- Work order -
In the entries below, return only the line containing "import java.io.PrintWriter;" and those after it, exactly, through the last line.

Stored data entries
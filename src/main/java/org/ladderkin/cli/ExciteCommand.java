package org.ladderkin.cli;

import com.fasterxml.jackson.databind.node.ObjectNode;
import java.io.PrintWriter;
import java.nio.file.Path;
import java.util.Locale;
import java.util.Optional;
import java.util.concurrent.Callable;
import org.ladderkin.excite.BeamProfile;
import org.ladderkin.excite.Excitation;
import org.ladderkin.excite.OccupancyUncertainty;
import org.ladderkin.excite.FlatTopBeam;
import org.ladderkin.excite.GaussianBeam;
import org.ladderkin.excite.Pulse;
import org.ladderkin.io.AbsorptionSpectrumCsv;
import org.ladderkin.io.MaterialLibrary;
import org.ladderkin.io.ResolvedJson;
import org.ladderkin.io.SampleCodec;
import org.ladderkin.material.Material;
import org.ladderkin.sample.AbsorptionSpectrum;
import org.ladderkin.sample.Matrix;
import org.ladderkin.sample.Refresh;
import org.ladderkin.sample.Sample;
import org.ladderkin.sample.SampleException;
import org.ladderkin.sample.SampleSpec;
import org.ladderkin.units.Dimension;
import org.ladderkin.units.Photon;
import org.ladderkin.units.PhysicalConstants;
import org.ladderkin.units.Quantity;
import picocli.CommandLine;
import picocli.CommandLine.ArgGroup;
import picocli.CommandLine.Command;
import picocli.CommandLine.Model.CommandSpec;
import picocli.CommandLine.Mixin;
import picocli.CommandLine.Option;
import picocli.CommandLine.Parameters;
import picocli.CommandLine.Spec;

- Reply -
import java.io.PrintWriter;
import java.nio.file.Path;
import java.util.Locale;
import java.util.Optional;
import java.util.concurrent.Callable;
import org.ladderkin.excite.BeamProfile;
import org.ladderkin.excite.Excitation;
import org.ladderkin.excite.OccupancyUncertainty;
import org.ladderkin.excite.FlatTopBeam;
import org.ladderkin.excite.GaussianBeam;
import org.ladderkin.excite.Pulse;
import org.ladderkin.io.AbsorptionSpectrumCsv;
import org.ladderkin.io.MaterialLibrary;
import org.ladderkin.io.ResolvedJson;
import org.ladderkin.io.SampleCodec;
import org.ladderkin.material.Material;
import org.ladderkin.sample.AbsorptionSpectrum;
import org.ladderkin.sample.Matrix;
import org.ladderkin.sample.Refresh;
import org.ladderkin.sample.Sample;
import org.ladderkin.sample.SampleException;
import org.ladderkin.sample.SampleSpec;
import org.ladderkin.units.Dimension;
import org.ladderkin.units.Photon;
import org.ladderkin.units.PhysicalConstants;
import org.ladderkin.units.Quantity;
import picocli.CommandLine;
import picocli.CommandLine.ArgGroup;
import picocli.CommandLine.Command;
import picocli.CommandLine.Model.CommandSpec;
import picocli.CommandLine.Mixin;
import picocli.CommandLine.Option;
import picocli.CommandLine.Parameters;
import picocli.CommandLine.Spec;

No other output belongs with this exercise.